# WHAT IS NEEDED
The line containing "3, column 'Cu'" marks the start. Return it and every later line of the listing below exactly, ending with the last one.

** Opening EXTRACTED DATA block **

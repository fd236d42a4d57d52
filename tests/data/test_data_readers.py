"""read_survey on files: every format round-trips; file-level problems give clear messages."""

from __future__ import annotations

from pathlib import Path

import geopandas as gpd
import numpy as np
import pandas as pd
import pytest

from gradients import InputError
from gradients.data import Survey, read_survey


def write(path: Path, text: str, encoding: str = "utf-8") -> Path:
    path.write_bytes(text.encode(encoding))
    return path


def _expected(community, environment, lonlat=None) -> Survey:
    return Survey(community, environment, lonlat)


def test_csv_round_trip(tmp_path, community, environment):
    community.to_csv(tmp_path / "c.csv", index=False)
    environment.to_csv(tmp_path / "e.csv", index=False)
    s = read_survey(tmp_path / "c.csv", str(tmp_path / "e.csv"))
    assert s.equals(_expected(community, environment))
    assert s.sources["community"] == str(tmp_path / "c.csv")
    assert s.log == ()


def test_tsv_round_trip(tmp_path, community, environment):
    community.to_csv(tmp_path / "c.tsv", sep="\t", index=False)
    environment.to_csv(tmp_path / "e.txt", sep="\t", index=False)
    assert read_survey(tmp_path / "c.tsv", tmp_path / "e.txt").equals(
        _expected(community, environment))


def test_semicolon_with_decimal_comma(tmp_path, community, environment):
    community.to_csv(tmp_path / "c.csv", sep=";", index=False)
    environment.to_csv(tmp_path / "e.csv", sep=";", decimal=",", index=False)
    assert "12,5" in (tmp_path / "e.csv").read_text()
    s = read_survey(tmp_path / "c.csv", tmp_path / "e.csv")
    assert s.equals(_expected(community, environment))
    assert [d.action for d in s.log] == ["decimal-comma"]


def test_decimal_comma_not_guessed_with_points(tmp_path, community):
    # a semicolon file that uses decimal points: "1,5" would be ambiguous, so it is refused
    write(tmp_path / "e.csv", "site;Cu;Zn\nS1;1.5;2\nS2;1,5;3\nS3;2.5;4\nS4;3.5;5\n")
    with pytest.raises(InputError, match=r"mixes decimal separators.*1 use a decimal comma: "
                                         r"line 3, column 'Cu' \('1,5'\)"):
        read_survey(community, tmp_path / "e.csv")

** Closing EXTRACTED DATA block **

# SOLUTION
                                         r"line 3, column 'Cu' \('1,5'\)"):
        read_survey(community, tmp_path / "e.csv")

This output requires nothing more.